*** Material for this task ***

package main

import (
	"fmt"
	"os"
	"path/filepath"
	"strconv"
	"strings"
	"testing"
)

// The table of missing-value patterns says what its x marks in words that
// a predictor named x cannot be taken for: "missing together (x)" read as
// the column x.
func TestMissingPatternsMarkWords(t *testing.T) {
	dir := t.TempDir()
	var b strings.Builder
	b.WriteString("y,arm,x\n")
	for i := range 60 {
		arm := strconv.Itoa(i % 2)
		if i == 5 {
			arm = ""
		}
		fmt.Fprintf(&b, "%d,%s,%d\n", 1+(i*7+i%11)%3, arm, i%11)
	}
	os.WriteFile(filepath.Join(dir, "d.csv"), []byte(b.String()), 0o644)
	planPath := filepath.Join(dir, "p.yaml")
	os.WriteFile(planPath, []byte("version: 1\ndata: {file: d.csv}\noutcomes: [{column: y}]\npredictors: [arm, x]\n"+
		"models: {approaches: [cumulative], effects: [parallel]}\nrules:\n  - reject_unconverged: true\n  - choose: {by: aic}\n"), 0o644)
	out := filepath.Join(dir, "out")
	if o, errs, code := runCLI("run", planPath, "--out", out, "--quiet"); code != 0 {
		t.Fatalf("exit %d: %s %s", code, o, errs)
	}
	md, err := os.ReadFile(filepath.Join(out, "report.md"))
	if err != nil {
		t.Fatal(err)
	}
	report := string(md)
	if !strings.Contains(report, "an x in a column's cell marks that column missing in those rows") || strings.Contains(report, "missing together (x)") {
		t.Errorf("report.md does not say what the patterns' x marks")
	}
	if !strings.Contains(report, "| 1 | 1.7% |  | x |  |") {
		t.Errorf("report.md lacks the pattern of the row missing arm")
	}
}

*** End of Material for this task ***

What is being asked:
For this task, copy exactly the line with "in a column's" and the lines that come after it, stopping at the end of the material above.

Result for this exercise:
	if !strings.Contains(report, "an x in a column's cell marks that column missing in those rows") || strings.Contains(report, "missing together (x)") {
		t.Errorf("report.md does not say what the patterns' x marks")
	}
	if !strings.Contains(report, "| 1 | 1.7% |  | x |  |") {
		t.Errorf("report.md lacks the pattern of the row missing arm")
	}
}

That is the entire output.